• **DATASET CONTENT**:
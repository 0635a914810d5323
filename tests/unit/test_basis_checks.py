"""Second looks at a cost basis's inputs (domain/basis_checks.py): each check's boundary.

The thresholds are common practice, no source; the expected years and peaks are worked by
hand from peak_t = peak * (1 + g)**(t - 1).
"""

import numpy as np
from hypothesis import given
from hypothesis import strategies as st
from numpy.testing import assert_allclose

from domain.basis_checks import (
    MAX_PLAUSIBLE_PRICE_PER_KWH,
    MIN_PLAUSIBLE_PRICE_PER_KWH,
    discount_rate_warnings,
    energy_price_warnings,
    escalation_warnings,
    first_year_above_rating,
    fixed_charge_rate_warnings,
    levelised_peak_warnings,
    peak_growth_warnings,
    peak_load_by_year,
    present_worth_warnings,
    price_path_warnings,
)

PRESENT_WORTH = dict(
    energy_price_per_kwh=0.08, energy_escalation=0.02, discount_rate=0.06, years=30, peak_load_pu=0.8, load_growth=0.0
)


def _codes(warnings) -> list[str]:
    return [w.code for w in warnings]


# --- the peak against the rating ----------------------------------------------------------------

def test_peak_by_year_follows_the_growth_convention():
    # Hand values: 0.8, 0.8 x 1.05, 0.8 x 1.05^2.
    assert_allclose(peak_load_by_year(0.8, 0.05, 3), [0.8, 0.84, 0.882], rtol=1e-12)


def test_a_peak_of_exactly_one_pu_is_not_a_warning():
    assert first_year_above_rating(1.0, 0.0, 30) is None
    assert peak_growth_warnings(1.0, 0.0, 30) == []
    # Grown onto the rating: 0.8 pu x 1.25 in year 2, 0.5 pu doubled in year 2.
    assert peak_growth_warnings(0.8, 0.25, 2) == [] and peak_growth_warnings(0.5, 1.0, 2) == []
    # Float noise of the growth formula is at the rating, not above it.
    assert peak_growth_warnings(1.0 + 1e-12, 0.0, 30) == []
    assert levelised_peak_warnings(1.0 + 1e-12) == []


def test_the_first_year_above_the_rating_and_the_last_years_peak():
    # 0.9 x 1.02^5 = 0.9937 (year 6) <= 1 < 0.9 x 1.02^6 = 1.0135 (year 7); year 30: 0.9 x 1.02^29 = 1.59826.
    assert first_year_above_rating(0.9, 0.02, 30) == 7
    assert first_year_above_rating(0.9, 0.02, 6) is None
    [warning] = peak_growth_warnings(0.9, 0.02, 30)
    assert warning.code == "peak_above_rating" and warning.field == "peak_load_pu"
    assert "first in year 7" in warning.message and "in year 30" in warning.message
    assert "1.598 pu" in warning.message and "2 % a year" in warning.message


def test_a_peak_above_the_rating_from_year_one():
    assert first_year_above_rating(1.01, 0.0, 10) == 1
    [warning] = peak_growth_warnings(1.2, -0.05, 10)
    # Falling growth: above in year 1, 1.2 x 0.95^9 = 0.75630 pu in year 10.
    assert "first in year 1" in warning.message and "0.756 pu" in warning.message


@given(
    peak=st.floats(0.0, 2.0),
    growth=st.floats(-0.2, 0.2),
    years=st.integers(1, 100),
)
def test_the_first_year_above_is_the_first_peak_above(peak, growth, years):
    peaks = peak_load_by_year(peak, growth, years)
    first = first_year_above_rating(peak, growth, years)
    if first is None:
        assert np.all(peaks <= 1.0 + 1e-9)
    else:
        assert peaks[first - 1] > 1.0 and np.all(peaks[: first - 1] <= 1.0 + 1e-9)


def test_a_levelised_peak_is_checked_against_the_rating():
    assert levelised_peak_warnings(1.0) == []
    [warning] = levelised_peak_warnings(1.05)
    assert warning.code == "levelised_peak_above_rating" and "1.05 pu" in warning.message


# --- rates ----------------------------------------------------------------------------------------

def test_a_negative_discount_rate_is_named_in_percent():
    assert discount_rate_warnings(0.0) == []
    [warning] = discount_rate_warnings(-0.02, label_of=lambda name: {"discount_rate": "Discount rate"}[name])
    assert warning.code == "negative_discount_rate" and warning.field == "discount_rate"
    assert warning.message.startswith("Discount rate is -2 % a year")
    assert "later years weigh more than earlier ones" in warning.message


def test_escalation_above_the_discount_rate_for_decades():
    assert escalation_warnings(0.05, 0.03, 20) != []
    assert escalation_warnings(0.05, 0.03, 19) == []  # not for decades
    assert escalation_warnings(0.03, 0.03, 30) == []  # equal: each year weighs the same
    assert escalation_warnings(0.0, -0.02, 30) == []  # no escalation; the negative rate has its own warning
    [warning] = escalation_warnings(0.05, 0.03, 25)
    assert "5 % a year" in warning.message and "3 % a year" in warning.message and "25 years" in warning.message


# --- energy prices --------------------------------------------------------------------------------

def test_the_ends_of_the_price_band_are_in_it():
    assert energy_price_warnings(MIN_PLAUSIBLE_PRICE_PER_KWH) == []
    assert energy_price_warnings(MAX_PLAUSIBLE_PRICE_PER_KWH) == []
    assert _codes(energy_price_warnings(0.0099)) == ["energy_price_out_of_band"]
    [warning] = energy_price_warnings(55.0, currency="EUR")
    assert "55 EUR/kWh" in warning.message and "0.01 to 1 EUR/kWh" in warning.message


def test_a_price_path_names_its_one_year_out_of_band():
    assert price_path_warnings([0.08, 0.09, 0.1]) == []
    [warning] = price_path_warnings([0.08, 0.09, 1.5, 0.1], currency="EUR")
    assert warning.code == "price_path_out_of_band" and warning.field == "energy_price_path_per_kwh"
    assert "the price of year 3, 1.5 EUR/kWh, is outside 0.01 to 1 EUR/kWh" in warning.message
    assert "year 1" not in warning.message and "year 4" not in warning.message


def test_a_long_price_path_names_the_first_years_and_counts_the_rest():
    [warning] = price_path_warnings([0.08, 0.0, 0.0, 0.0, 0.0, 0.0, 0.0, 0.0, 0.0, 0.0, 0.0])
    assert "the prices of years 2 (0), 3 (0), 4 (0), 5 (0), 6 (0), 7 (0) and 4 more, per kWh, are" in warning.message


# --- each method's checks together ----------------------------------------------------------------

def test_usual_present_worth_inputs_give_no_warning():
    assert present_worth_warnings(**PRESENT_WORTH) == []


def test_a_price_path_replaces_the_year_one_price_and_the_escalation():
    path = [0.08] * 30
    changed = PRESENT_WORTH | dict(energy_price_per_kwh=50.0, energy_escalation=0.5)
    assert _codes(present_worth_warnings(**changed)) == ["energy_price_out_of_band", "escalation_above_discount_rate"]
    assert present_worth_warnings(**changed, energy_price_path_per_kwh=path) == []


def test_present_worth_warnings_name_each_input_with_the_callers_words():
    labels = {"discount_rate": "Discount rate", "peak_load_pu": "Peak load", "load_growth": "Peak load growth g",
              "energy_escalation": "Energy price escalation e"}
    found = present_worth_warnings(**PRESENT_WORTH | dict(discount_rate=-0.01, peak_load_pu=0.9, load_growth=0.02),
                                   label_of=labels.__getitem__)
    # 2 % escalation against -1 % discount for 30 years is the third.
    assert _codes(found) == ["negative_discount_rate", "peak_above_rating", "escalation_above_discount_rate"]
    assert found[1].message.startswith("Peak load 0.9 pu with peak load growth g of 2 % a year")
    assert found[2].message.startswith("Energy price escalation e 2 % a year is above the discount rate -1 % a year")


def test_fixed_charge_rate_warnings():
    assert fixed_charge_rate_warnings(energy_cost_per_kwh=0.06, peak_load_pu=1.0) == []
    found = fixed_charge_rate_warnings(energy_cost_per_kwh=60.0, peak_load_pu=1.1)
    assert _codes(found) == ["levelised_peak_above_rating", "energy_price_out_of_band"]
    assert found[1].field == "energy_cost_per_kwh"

==

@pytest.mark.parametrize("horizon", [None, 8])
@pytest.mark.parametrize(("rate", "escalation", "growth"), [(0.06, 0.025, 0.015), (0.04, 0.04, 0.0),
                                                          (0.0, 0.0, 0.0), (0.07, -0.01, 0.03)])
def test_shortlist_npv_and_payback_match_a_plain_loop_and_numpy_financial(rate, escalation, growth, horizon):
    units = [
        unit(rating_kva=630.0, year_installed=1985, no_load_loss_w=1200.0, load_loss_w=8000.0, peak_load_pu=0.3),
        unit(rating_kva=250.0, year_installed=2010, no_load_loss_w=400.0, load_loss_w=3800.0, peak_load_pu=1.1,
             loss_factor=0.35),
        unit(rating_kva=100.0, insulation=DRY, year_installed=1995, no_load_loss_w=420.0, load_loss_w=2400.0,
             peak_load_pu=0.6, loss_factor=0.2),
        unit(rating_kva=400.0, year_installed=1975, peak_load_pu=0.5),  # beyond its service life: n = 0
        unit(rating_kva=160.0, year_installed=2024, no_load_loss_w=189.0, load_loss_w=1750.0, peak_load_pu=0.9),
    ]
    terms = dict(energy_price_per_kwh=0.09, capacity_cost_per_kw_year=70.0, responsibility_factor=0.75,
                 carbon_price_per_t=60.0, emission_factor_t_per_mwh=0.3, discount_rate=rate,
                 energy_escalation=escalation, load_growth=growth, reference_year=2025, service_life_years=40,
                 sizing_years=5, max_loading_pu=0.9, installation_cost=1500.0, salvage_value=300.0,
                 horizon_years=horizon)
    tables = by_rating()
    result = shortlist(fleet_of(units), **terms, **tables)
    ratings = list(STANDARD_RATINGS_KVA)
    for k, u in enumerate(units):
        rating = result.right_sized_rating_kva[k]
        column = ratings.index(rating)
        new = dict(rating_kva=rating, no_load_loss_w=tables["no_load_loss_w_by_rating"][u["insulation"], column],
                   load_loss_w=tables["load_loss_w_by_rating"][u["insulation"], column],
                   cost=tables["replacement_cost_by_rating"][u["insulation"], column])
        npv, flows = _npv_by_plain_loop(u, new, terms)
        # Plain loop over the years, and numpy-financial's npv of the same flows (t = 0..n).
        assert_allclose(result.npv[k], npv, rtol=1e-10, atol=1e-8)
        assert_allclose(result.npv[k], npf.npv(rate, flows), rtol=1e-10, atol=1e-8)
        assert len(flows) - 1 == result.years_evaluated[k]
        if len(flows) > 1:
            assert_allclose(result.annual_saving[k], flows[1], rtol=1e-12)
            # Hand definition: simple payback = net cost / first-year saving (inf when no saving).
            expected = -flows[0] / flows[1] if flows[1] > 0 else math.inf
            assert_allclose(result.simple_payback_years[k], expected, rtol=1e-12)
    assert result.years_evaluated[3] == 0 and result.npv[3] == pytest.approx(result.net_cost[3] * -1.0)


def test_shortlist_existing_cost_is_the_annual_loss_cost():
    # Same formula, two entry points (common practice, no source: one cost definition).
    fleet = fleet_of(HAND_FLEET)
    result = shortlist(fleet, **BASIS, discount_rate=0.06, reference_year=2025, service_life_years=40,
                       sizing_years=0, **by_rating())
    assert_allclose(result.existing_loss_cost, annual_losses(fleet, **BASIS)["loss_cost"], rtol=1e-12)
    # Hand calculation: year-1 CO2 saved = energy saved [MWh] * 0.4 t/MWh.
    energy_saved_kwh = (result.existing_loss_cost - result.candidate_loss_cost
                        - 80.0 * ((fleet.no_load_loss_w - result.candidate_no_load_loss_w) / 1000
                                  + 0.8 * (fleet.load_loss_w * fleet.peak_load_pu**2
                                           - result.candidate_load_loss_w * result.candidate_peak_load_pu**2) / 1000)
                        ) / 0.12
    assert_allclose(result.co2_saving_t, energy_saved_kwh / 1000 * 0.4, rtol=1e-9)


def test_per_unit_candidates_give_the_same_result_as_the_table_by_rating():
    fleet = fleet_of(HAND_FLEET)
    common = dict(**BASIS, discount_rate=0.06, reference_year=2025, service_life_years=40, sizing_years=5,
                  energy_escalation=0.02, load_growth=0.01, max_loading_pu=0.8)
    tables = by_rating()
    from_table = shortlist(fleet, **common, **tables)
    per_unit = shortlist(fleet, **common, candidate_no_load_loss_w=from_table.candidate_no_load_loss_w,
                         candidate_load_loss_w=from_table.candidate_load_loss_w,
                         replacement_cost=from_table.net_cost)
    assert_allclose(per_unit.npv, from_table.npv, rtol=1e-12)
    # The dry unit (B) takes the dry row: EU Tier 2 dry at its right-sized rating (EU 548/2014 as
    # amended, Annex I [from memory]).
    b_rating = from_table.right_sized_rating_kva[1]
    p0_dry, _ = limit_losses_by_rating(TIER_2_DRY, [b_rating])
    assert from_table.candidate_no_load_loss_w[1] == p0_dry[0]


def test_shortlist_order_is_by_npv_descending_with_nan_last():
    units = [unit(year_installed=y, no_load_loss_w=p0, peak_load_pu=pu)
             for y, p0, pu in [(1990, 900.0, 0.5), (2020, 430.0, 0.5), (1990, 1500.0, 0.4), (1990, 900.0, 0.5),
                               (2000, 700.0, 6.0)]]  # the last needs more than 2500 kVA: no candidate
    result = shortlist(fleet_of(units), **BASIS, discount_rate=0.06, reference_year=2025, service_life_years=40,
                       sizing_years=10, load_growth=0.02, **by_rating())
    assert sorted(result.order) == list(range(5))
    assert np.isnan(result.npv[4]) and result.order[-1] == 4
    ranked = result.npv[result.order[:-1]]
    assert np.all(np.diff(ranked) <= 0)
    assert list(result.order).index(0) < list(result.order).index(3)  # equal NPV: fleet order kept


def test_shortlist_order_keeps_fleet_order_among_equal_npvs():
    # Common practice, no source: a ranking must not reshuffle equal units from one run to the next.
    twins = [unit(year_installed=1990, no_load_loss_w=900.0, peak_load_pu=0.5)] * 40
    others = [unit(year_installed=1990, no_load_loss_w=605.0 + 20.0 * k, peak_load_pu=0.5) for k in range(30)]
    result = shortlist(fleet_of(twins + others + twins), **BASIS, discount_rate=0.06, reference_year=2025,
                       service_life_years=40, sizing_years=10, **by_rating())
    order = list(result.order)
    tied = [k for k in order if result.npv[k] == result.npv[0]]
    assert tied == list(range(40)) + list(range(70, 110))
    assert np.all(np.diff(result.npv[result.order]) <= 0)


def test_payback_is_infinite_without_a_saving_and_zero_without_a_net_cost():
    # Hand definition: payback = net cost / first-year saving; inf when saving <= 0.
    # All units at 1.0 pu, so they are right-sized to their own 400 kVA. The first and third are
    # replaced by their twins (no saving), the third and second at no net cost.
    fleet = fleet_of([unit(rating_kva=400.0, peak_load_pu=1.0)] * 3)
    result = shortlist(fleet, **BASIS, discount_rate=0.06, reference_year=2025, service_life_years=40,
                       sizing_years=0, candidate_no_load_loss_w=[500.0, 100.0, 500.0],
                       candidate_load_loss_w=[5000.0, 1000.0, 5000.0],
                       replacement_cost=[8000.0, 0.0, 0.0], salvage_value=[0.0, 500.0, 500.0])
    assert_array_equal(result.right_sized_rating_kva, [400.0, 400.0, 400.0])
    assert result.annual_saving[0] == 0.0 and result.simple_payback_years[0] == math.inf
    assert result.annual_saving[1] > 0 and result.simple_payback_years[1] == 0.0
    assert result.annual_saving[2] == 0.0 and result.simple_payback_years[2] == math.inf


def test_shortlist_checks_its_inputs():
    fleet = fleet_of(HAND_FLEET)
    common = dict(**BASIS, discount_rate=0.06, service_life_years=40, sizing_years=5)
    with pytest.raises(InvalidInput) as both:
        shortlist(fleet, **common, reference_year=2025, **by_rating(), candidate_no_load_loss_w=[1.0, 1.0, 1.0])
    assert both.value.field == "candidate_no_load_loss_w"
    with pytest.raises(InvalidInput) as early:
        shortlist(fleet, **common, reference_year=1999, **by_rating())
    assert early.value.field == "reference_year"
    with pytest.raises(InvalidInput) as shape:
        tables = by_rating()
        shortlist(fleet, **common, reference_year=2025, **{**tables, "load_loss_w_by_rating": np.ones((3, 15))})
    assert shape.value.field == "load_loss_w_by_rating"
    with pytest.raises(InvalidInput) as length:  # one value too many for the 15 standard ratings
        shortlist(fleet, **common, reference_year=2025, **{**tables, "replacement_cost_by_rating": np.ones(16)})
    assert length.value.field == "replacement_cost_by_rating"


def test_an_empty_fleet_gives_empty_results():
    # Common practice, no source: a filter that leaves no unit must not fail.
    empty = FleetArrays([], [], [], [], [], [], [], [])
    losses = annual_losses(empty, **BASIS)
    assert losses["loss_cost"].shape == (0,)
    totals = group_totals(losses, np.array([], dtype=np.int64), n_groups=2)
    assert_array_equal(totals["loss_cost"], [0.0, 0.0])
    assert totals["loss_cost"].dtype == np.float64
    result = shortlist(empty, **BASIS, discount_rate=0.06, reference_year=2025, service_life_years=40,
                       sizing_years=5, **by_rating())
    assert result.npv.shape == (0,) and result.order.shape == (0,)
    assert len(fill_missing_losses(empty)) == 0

• **PROBLEM DETAILS**: Go through the material and copy every line in which the word "currency" occurs.

• **YOUR SOLUTION**:
    [warning] = energy_price_warnings(55.0, currency="EUR")
    [warning] = price_path_warnings([0.08, 0.09, 1.5, 0.1], currency="EUR")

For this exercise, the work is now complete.